# Виктор Гридин, фото.



## Sti1 (24 Ноя 2013)

Здравствуйте! Долгое время ищу фотографии с Виктором Гридиным, но нахожу малое количество, и таких фотографий как в этом видео:http://www.youtube.com/watch?v=c5CRNnORKX0 не нашёл нигде. Вот и за помощью обращаюсь к Вам, баянисты и аккордеонисты, не могли бы вы мне передать папку с фотографиями гридина, или ссылку на сайт, где их много на мою почту [email protected] / Заранее спасибо!


----------



## MAN (28 Июн 2021)

На днях посмотрел фильм "Огонь из преисподней" 1957 года и вдруг поразился удивительному внешнему сходству американского актёра Роберта Митчема с Виктором Гридиным.
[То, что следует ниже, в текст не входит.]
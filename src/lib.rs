//! # fluxwright
//!
//! 2D magnetostatic finite-element analysis of iron-cored devices. This
//! facade re-exports the workspace crates:
//! - [`mesher`]: geometry to a quality triangle mesh (no magnetics);
//! - [`solver`]: model files, nonlinear finite elements, engineering results.
#![deny(missing_docs)]
#![forbid(unsafe_code)]

pub use fluxwright_mesher as mesher;
pub use fluxwright_solver as solver;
Причём похожи у них не только черты лица, но и мимика. Чудеса да и только!


----------



## Kuzalogly (28 Июн 2021)

Ну так это и есть Р. Митчем. Так же как Ю. Андропов- совсем не Андропов, а Гленн Миллер. Ну, это всем известно... .








Юрий Андропов и Гленн Миллер - одно и то же лицо?


Ю. Андропов Ю. Андропов Процедуру подмены политического лидера двойником можно назвать традицией, одной из граней политтехнологий, отработанных с древних времён. Были двойники у египетских... 4 фото




www.perunica.ru




И таких историй- великое множество.


----------